[Saved entries]
>>>>>

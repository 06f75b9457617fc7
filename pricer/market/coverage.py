"""Whether a market holds what a trade needs."""

from __future__ import annotations

from collections.abc import Iterator
from itertools import combinations

from pricer.contracts.book import Trade
from pricer.core.issues import Issue, Severity
from pricer.core.source import Place
from pricer.market.conversion_coverage import conversion_coverage
from pricer.market.date_coverage import date_coverage
from pricer.market.dividend_quality import EXCEEDED
from pricer.market.doubt_coverage import doubts, refused_rates
from pricer.market.findings import Locate, did_you_mean, error, markets_reason, warning, words
from pricer.market.market import CORRELATIONS, Market, MissingMarketDataError
from pricer.market.size_coverage import size_coverage
from pricer.market.underlying import Underlying


def coverage(
    trade: Trade, market: Market, place: Locate, *, accept_failing_surfaces: bool = False
) -> tuple[Issue, ...]:
    """Everything that keeps ``trade`` from being priced on ``market`` (errors), or qualifies its price (warnings).

    Surfaces that fail their checks are errors unless accepted; then they are warnings.

    ``place`` gives the cell from which a column of the trade was read ("trade_id", "currency",
    "collateral", "strike", "expiry_date", "payment_date", "trade_date", "premium_date", and
    "underlying:ID" and "initial_fixing:ID" for a constituent), or None. Every issue carries the trade's id.
    """
    issues = [
        *_currencies(trade, market, place),
        *_underlyings(trade, market, place),
        *_surfaces(trade, market, place, accepted=accept_failing_surfaces),
        *conversion_coverage(trade, market, place),
        *_correlations(trade, market, place),
        *_unknown_pairs(trade, market, place),
        *date_coverage(trade, market, place),
        *size_coverage(trade, market, place),
        *refused_rates(trade, market, place),
    ]
    if all(issue.severity is Severity.WARNING for issue in issues):  # it will be priced
        issues.extend(doubts(trade, market, place))
    return tuple(issue.for_trade(trade.trade_id) for issue in issues)


def _currencies(trade: Trade, market: Market, place: Locate) -> Iterator[Issue]:
    currency, collateral, reporting = trade.currency, trade.collateral, market.reporting_currency
    if currency not in _known_currencies(market):
        known = sorted(_known_currencies(market))
        yield error(
            place("currency"),
            "unknown-currency",
            f'currency "{currency}"',
            f"a currency of the market: {words(known, 'or')}",
            _refused_pair(market, currency, other=False)
            or f"{did_you_mean(currency, known)}Correct the currency, or add its curve to the curves table and its "
            "rate to the fx table of the market.",
        )
        return  # what else is missing follows from this
    if not _converts(market, currency):
        yield error(
            place("currency"),
            "no-fx-route",
            f"currency {currency}, which no quoted pairs link to the reporting currency {reporting}",
            f"a chain of exchange rates from {currency} to {reporting}",
            _refused_pair(market, currency, other=True)
            or f"Add the pair {reporting}{currency} or {currency}{reporting} to the fx table of the market.",
        )
    if (currency, "") not in market.curves:
        yield error(
            place("currency"),
            "no-standard-curve",
            f"currency {currency}, which has no standard discount curve",
            f"a curve of {currency} with empty collateral, from which discount factors and forwards come",
            _refused_curve(market) or f"Add a curve of {currency} with empty collateral to the curves table.",
        )
    if collateral and (currency, collateral) not in market.curves:
        known = sorted(other for owner, other in market.curves if owner == currency and other)
        instead = f"use a collateral that has one ({words(known, 'or')})" if known else "clear the cell"
        yield error(
            place("collateral"),
            "no-collateral-curve",
            f'collateral "{collateral}", for which {currency} has no discount curve',
            f"a collateral with a discount curve in {currency}, or none for the standard curve",
            _refused_curve(market)
            or f'Add a curve of {currency} with collateral "{collateral}" to the curves table, or {instead}.',
        )


def _underlyings(trade: Trade, market: Market, place: Locate) -> Iterator[Issue]:
    for name in dict.fromkeys(trade.contract.underlyings):
        here = place(f"underlying:{name}")
        why = markets_reason(market.rejected.get(name, ()))
        underlying = market.underlyings.get(name)
        if underlying is None and why:
            yield error(
                here,
                "rejected-underlying",
                f'underlying "{name}", which the market lists but could not use',
                "an underlying with usable market data",
                why,
            )
        elif underlying is None:
            yield error(
                here,
                "unknown-underlying",
                f'underlying "{name}"',
                "an underlying of the market",
                f"{did_you_mean(name, market.underlyings)}Correct the name, or add it to the underlyings table of the "
                "market.",
            )
        else:
            if not market.has_volatility(name):
                yield error(
                    here,
                    "no-volatility",
                    f'underlying "{name}", which has no usable volatility',
                    "an underlying with at least one volatility",
                    why or f'Add "{name}" to the volatilities table of the market.',
                )
            yield from _price(underlying, market, here)


def failing_surfaces(trade: Trade, market: Market) -> tuple[str, ...]:
    """The trade's underlyings whose volatility surfaces fail their checks."""
    names = dict.fromkeys(trade.contract.underlyings)
    return tuple(name for name in names if name in market.surfaces and not market.surfaces[name].passes)


def _surfaces(trade: Trade, market: Market, place: Locate, *, accepted: bool) -> Iterator[Issue]:
    for name in failing_surfaces(trade, market):
        found = f'underlying "{name}", whose volatility surface fails: {market.surfaces[name].failures[0]}'
        expected = "a volatility surface that passes its checks"
        here = place(f"underlying:{name}")
        if accepted:
            mend = "Priced from it all the same, as asked, and marked; correct the quotes in the volatilities table."
            yield warning(here, "failing-surface", found, expected, mend)
        else:
            mend = (
                "Correct the quotes in the volatilities table, or accept failing surfaces for this run "
                "(--accept-failing-surfaces): the trade is then priced and marked."
            )
            yield error(here, "failing-surface", found, expected, mend)


def _price(underlying: Underlying, market: Market, here: Place | None) -> Iterator[Issue]:
    """Cash dividends that leave the price, or what is random of it, without a law."""
    name = underlying.underlying_id
    try:
        price = market.affine_price(name)
    except MissingMarketDataError:
        return  # the missing curve is told with the currency
    except ValueError as refused:
        yield error(here, "cash-dividends-exceed-spot", str(refused), *EXCEEDED)
        return
    if underlying.volatility is None:
        return
    try:
        price.pure_volatility(underlying.volatility)
    except ValueError as refused:
        yield error(
            here,
            "volatility-against-dividends",
            f'volatilities of underlying "{name}" that its cash dividends do not allow: {refused}',
            "volatilities that leave the price above its cash dividends a law",
            "Correct the volatilities around the ex dates, or enter dividends far ahead as proportional ones.",
        )


def _correlations(trade: Trade, market: Market, place: Locate) -> Iterator[Issue]:
    names = [name for name in dict.fromkeys(trade.contract.underlyings) if name in market.underlyings]
    if len(names) < 2:
        return
    if market.correlation is None:
        yield error(
            place("trade_id"),
            "no-correlations",
            "no usable correlation matrix",
            f"correlations among {words(names)}",
            markets_reason(market.rejected.get(CORRELATIONS, ()))
            or "Add the correlations of the trade's underlyings to the correlations table of the market.",
        )
        return
    told: set[str] = set()  # a pair is told once, at the first of the two
    for name in names:
        if name in market.correlation:
            continue
        told.add(name)
        others = [other for other in names if other not in told]
        if others:
            yield error(
                place(f"underlying:{name}"),
                "missing-correlation",
                f'no correlation of underlying "{name}" with {words(others)}',
                "a correlation for every pair of the trade's underlyings",
                markets_reason(market.rejected.get(f"{CORRELATIONS}:{name}", ()))
                or f'Add a row and a column "{name}" to the correlations table of the market.',
            )


def _unknown_pairs(trade: Trade, market: Market, place: Locate) -> Iterator[Issue]:
    """Pairs of the trade's underlyings and exchange rates whose cells in the matrix gave no number."""
    ids = {name: f"underlying:{name}" for name in trade.contract.underlyings if name in market.underlyings}
    if trade.contract.conversion is not None:
        currencies = dict.fromkeys(market.underlyings[name].currency for name in ids)
        for currency in (other for other in currencies if other != trade.currency):
            try:
                factors = market.fx.log_factors(currency, trade.currency)
            except (LookupError, ValueError):
                continue  # told with the conversion
            ids |= {name: "conversion" for pair in factors for name in (pair, pair[3:] + pair[:3])}
    for first, second in combinations(ids, 2):
        why = market.why_unknown(first, second)
        if why:
            yield error(
                place(ids[first]) or place("currency"),
                "missing-correlation",
                f"no correlation of {first} with {second}",
                "a correlation for every pair that the trade depends on",
                markets_reason(why),
            )


def _known_currencies(market: Market) -> set[str]:
    return {market.reporting_currency, *market.fx.currencies, *(currency for currency, _ in market.curves)}


def _converts(market: Market, currency: str) -> bool:
    try:
        market.to_reporting(currency)
    except LookupError:
        return False
    return True


def _refused_curve(market: Market) -> str:
    """The reason of a curve that was given but refused: it may be the one that is missing."""
    for name, issues in market.rejected.items():
        if any((issue.sheet or "").casefold().startswith("curve") for issue in issues):
            return f'Curve "{name}" could not be used. {markets_reason(issues)}'
    return ""


def _refused_pair(market: Market, currency: str, *, other: bool) -> str:
    """The reason of an exchange rate that was given but refused: one of the currency, else any ``other``."""
    refused = {
        name: issues
        for name, issues in market.rejected.items()
        if any((issue.sheet or "").casefold() == "fx" for issue in issues)
    }
    own = [name for name in refused if currency in (name[:3], name[3:])]
    chosen = own or (list(refused) if other else [])
    return markets_reason(refused[chosen[0]]) if chosen else ""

<<<<<

The records are given above. Copy each line in them that holds "warnings".

    """Everything that keeps ``trade`` from being priced on ``market`` (errors), or qualifies its price (warnings).
    Surfaces that fail their checks are errors unless accepted; then they are warnings.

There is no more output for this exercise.